● Data supplied
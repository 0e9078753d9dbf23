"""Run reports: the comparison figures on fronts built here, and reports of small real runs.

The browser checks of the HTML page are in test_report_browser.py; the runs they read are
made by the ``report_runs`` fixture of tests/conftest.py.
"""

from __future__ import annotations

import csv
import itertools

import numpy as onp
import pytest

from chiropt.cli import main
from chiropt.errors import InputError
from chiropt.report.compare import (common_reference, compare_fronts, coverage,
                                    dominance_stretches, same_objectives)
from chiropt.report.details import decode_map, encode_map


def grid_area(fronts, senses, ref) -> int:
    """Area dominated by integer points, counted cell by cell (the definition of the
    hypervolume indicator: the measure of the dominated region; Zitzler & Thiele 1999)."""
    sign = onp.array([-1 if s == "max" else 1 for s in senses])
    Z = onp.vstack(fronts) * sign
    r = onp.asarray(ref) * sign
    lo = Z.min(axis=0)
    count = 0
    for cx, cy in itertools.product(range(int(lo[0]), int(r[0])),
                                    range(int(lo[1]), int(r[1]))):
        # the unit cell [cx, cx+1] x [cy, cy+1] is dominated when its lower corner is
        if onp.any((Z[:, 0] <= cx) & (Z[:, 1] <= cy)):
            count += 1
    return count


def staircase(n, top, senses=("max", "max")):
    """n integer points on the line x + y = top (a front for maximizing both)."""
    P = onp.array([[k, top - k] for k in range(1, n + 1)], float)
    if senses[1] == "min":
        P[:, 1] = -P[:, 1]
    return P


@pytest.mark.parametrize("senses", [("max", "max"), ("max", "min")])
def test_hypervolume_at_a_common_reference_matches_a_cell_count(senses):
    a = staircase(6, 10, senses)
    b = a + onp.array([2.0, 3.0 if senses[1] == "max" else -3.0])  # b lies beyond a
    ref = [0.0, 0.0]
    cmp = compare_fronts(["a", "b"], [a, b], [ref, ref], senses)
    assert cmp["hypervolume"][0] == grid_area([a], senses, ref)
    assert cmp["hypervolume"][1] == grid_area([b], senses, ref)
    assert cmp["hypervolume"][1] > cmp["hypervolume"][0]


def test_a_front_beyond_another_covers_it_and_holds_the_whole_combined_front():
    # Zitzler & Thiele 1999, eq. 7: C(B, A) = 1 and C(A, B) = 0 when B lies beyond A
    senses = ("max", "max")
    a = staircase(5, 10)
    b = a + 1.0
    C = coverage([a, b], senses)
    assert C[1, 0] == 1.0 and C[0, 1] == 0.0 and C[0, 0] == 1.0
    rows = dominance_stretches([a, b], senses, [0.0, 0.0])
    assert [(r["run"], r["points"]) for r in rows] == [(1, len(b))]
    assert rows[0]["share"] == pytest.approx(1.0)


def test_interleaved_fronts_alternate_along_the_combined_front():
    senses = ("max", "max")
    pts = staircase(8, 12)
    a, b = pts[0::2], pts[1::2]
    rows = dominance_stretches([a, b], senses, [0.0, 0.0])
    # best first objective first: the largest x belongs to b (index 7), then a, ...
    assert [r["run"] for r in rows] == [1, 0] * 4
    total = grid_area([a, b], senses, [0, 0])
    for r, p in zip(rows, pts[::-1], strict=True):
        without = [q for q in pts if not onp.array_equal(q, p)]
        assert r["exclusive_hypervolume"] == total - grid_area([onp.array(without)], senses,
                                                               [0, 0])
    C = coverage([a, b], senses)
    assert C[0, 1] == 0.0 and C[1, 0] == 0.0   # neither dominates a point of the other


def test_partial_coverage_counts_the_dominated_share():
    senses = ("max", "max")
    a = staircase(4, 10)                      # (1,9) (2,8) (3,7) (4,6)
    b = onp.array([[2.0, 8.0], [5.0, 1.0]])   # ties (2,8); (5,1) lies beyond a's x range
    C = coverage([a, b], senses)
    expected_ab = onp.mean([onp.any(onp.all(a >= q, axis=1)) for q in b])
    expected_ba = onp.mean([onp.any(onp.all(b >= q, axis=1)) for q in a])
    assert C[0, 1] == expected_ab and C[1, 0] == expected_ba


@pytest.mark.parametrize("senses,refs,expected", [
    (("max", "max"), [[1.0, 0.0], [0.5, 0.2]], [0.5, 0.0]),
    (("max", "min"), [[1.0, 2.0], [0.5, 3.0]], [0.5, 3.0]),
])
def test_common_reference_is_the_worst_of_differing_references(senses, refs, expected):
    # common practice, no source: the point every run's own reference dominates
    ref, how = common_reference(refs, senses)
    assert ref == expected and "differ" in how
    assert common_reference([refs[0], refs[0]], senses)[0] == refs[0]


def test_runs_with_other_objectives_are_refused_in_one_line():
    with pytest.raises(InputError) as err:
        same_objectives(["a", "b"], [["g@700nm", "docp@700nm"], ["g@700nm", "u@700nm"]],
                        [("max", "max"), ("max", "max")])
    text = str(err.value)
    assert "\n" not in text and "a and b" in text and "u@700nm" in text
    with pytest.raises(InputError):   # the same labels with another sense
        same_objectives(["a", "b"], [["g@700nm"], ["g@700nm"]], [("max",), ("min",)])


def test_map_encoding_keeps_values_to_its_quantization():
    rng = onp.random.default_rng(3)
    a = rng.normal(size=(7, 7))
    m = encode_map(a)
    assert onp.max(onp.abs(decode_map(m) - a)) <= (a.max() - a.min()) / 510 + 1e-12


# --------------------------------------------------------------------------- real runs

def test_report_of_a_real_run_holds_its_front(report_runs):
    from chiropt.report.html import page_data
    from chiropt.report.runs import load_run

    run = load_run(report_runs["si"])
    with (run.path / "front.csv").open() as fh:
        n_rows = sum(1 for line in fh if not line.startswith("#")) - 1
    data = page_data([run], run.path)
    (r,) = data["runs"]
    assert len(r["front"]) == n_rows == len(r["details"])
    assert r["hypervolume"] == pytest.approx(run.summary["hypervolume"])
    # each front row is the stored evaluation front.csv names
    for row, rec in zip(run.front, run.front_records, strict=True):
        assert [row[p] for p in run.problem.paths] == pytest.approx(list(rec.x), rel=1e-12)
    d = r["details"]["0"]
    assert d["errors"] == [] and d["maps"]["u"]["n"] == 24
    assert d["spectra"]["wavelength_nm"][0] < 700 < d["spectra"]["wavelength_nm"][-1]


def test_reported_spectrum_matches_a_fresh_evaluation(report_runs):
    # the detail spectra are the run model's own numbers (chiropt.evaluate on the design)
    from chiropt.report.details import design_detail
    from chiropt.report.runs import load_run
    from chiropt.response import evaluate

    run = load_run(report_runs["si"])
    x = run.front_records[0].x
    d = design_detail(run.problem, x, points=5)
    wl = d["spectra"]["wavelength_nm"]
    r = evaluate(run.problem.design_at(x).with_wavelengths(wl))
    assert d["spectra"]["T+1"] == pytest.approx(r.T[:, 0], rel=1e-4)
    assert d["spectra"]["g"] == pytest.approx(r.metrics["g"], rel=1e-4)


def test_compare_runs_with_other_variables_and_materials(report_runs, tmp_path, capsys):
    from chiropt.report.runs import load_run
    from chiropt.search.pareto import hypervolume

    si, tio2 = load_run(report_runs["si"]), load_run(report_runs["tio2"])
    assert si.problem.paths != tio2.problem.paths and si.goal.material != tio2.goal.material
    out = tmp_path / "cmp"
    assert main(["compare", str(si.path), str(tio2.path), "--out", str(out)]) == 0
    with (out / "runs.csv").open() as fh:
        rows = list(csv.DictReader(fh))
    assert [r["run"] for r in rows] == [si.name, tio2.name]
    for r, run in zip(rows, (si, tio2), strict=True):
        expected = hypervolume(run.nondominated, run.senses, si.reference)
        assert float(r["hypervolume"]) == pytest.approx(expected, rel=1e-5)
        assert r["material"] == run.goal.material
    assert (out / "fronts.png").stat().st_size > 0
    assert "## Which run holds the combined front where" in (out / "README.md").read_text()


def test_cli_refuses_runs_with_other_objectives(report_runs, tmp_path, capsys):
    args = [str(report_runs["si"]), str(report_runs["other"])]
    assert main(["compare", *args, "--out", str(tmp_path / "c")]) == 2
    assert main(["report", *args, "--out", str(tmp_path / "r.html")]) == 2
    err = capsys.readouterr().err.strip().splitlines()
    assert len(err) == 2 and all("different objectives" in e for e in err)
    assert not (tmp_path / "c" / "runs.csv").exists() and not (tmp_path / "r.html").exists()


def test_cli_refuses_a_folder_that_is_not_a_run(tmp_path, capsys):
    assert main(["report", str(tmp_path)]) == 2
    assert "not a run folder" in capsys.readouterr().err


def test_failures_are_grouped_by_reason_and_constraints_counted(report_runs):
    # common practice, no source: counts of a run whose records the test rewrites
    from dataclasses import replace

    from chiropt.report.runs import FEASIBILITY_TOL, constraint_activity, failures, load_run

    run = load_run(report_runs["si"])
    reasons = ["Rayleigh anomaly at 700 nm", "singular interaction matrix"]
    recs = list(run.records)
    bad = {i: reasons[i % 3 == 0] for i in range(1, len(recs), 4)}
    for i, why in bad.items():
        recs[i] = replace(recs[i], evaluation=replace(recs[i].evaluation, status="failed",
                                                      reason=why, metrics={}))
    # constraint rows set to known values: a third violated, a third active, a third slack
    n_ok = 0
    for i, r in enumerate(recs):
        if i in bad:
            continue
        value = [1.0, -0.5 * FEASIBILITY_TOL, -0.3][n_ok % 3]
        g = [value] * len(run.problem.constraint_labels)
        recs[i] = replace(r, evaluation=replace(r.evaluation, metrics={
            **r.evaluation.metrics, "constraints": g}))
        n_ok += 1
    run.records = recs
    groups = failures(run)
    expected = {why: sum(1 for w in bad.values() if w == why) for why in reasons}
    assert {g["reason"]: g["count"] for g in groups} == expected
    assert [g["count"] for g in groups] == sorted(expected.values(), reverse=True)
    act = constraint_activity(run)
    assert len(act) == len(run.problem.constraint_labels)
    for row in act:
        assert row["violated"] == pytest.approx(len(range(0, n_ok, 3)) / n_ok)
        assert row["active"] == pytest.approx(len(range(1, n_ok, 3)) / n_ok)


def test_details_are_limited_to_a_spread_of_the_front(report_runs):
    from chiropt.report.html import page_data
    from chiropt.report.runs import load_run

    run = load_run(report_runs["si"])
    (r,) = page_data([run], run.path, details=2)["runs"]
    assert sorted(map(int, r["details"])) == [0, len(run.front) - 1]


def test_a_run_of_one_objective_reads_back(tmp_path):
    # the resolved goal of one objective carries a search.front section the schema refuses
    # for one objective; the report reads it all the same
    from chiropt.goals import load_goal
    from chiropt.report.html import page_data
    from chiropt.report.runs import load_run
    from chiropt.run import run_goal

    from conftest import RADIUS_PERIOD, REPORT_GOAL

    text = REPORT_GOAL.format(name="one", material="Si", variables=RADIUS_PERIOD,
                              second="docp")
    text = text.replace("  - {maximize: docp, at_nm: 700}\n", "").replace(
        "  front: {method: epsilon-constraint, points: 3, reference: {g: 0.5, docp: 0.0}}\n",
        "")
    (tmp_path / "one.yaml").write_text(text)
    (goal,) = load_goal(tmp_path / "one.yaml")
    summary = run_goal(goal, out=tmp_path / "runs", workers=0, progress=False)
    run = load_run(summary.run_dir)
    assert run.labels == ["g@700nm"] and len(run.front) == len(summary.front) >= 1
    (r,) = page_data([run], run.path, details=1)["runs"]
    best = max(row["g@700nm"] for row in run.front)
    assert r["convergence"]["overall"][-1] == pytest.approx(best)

● The problem
Reproduce word for word the material above, starting with the line that has "a = staircase(4, 10)" and stopping after the line that has "assert C[0, 1] == expected_ab".

● Output for this exercise
    a = staircase(4, 10)                      # (1,9) (2,8) (3,7) (4,6)
    b = onp.array([[2.0, 8.0], [5.0, 1.0]])   # ties (2,8); (5,1) lies beyond a's x range
    C = coverage([a, b], senses)
    expected_ab = onp.mean([onp.any(onp.all(a >= q, axis=1)) for q in b])
    expected_ba = onp.mean([onp.any(onp.all(b >= q, axis=1)) for q in a])
    assert C[0, 1] == expected_ab and C[1, 0] == expected_ba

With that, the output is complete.